- [WHAT THIS TASK INVOLVES]: Copy exactly, line for line, the part of the listing from the line containing "export const errorHandler: ErrorRequestHandler" through its last line, and nothing else.

[MATERIAL FOR THE TASK — start]

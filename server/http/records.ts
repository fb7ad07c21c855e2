// The three routes of an editable record: read one, create, replace. Each answers with the record
// as `view` presents it, read again after the write.
import type { Router } from 'express';
import type { z } from 'zod';
import type { Permission } from '../../shared/policies';
import { actorOf, type AuditActor } from '../audit/record';
import { allow, authenticate } from '../auth/authenticate';
import { idParams } from './params';
import { validated } from './validate';

type RecordRoutes<Schema extends z.ZodType> = {
  read: Permission;
  write: Permission;
  schema: Schema;
  view: (id: number) => Promise<unknown>;
  create: (actor: AuditActor, input: z.output<Schema>) => Promise<{ id: number }>;
  update: (actor: AuditActor, id: number, input: z.output<Schema>) => Promise<unknown>;
};

export function mountRecord<Schema extends z.ZodType>(router: Router, routes: RecordRoutes<Schema>) {
  router.get(
    '/:id',
    authenticate,
    allow(routes.read),
    validated({ params: idParams }, async ({ params }, _req, res) => {
      res.json(await routes.view(params.id));
    }),
  );
  router.post(
    '/',
    authenticate,
    allow(routes.write),
    validated({ body: routes.schema }, async ({ body }, req, res) => {
      const created = await routes.create(actorOf(req), body);
      res.status(201).json(await routes.view(created.id));
    }),
  );
  router.put(
    '/:id',
    authenticate,
    allow(routes.write),
    validated({ params: idParams, body: routes.schema }, async ({ params, body }, req, res) => {
      await routes.update(actorOf(req), params.id, body);
      res.json(await routes.view(params.id));
    }),
  );
}
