import type { ErrorRequestHandler, RequestHandler } from 'express';
import { ZodError } from 'zod';
import { UniqueConstraintError, ForeignKeyConstraintError } from 'sequelize';
import multer from 'multer';
import { logger } from '../logger';

/** An error the client can act on: it leaves the API as `{error: {code, message, details}}`. */
export class AppError extends Error {
  constructor(
    readonly status: number,
    readonly code: string,
    message: string,
    readonly details?: unknown,
  ) {
    super(message);
  }
}

export const badRequest = (message: string, details?: unknown) => new AppError(400, 'bad_request', message, details);
export const unauthorized = (message = 'Sign in to continue') => new AppError(401, 'unauthorized', message);
export const forbidden = (message = 'Your role does not allow this') => new AppError(403, 'forbidden', message);
export const notFound = (what = 'Resource') => new AppError(404, 'not_found', `${what} not found`);
export const conflict = (message: string, details?: unknown) => new AppError(409, 'conflict', message, details);

export function zodDetails(error: ZodError) {
  return error.issues.map((issue) => ({ path: issue.path.join('.'), message: issue.message }));
}

export const notFoundHandler: RequestHandler = (req, _res, next) => {
  next(new AppError(404, 'not_found', `No API route ${req.method} ${req.path}`));
};

export const errorHandler: ErrorRequestHandler = (err, req, res, _next) => {
  if (err instanceof AppError) {
    res.status(err.status).json({ error: { code: err.code, message: err.message, details: err.details } });
    return;
  }
  if (err instanceof ZodError) {
    res.status(400).json({ error: { code: 'validation', message: 'Some fields are not valid', details: zodDetails(err) } });
    return;
  }
  if (err instanceof UniqueConstraintError) {
    const fields = err.errors.map((e) => e.path).filter(Boolean);
    res.status(409).json({ error: { code: 'duplicate', message: `Already exists: ${fields.join(', ') || 'record'}`, details: fields } });
    return;
  }
  if (err instanceof ForeignKeyConstraintError) {
    res.status(409).json({ error: { code: 'in_use', message: 'The record is referenced by other records' } });
    return;
  }
  if (err instanceof multer.MulterError) {
    const status = err.code === 'LIMIT_FILE_SIZE' ? 413 : 400;
    res.status(status).json({ error: { code: 'upload', message: err.message, details: { field: err.field } } });
    return;
  }
  if (err?.type === 'entity.parse.failed') {
    res.status(400).json({ error: { code: 'bad_json', message: 'The request body is not valid JSON' } });
    return;
  }
  logger.error({ err, requestId: req.id }, 'unhandled error');
  res.status(500).json({ error: { code: 'internal', message: 'Something went wrong on the server', details: { requestId: req.id } } });
};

[MATERIAL FOR THE TASK — finish]

- [RESULT OF THIS TASK]:
export const errorHandler: ErrorRequestHandler = (err, req, res, _next) => {
  if (err instanceof AppError) {
    res.status(err.status).json({ error: { code: err.code, message: err.message, details: err.details } });
    return;
  }
  if (err instanceof ZodError) {
    res.status(400).json({ error: { code: 'validation', message: 'Some fields are not valid', details: zodDetails(err) } });
    return;
  }
  if (err instanceof UniqueConstraintError) {
    const fields = err.errors.map((e) => e.path).filter(Boolean);
    res.status(409).json({ error: { code: 'duplicate', message: `Already exists: ${fields.join(', ') || 'record'}`, details: fields } });
    return;
  }
  if (err instanceof ForeignKeyConstraintError) {
    res.status(409).json({ error: { code: 'in_use', message: 'The record is referenced by other records' } });
    return;
  }
  if (err instanceof multer.MulterError) {
    const status = err.code === 'LIMIT_FILE_SIZE' ? 413 : 400;
    res.status(status).json({ error: { code: 'upload', message: err.message, details: { field: err.field } } });
    return;
  }
  if (err?.type === 'entity.parse.failed') {
    res.status(400).json({ error: { code: 'bad_json', message: 'The request body is not valid JSON' } });
    return;
  }
  logger.error({ err, requestId: req.id }, 'unhandled error');
  res.status(500).json({ error: { code: 'internal', message: 'Something went wrong on the server', details: { requestId: req.id } } });
};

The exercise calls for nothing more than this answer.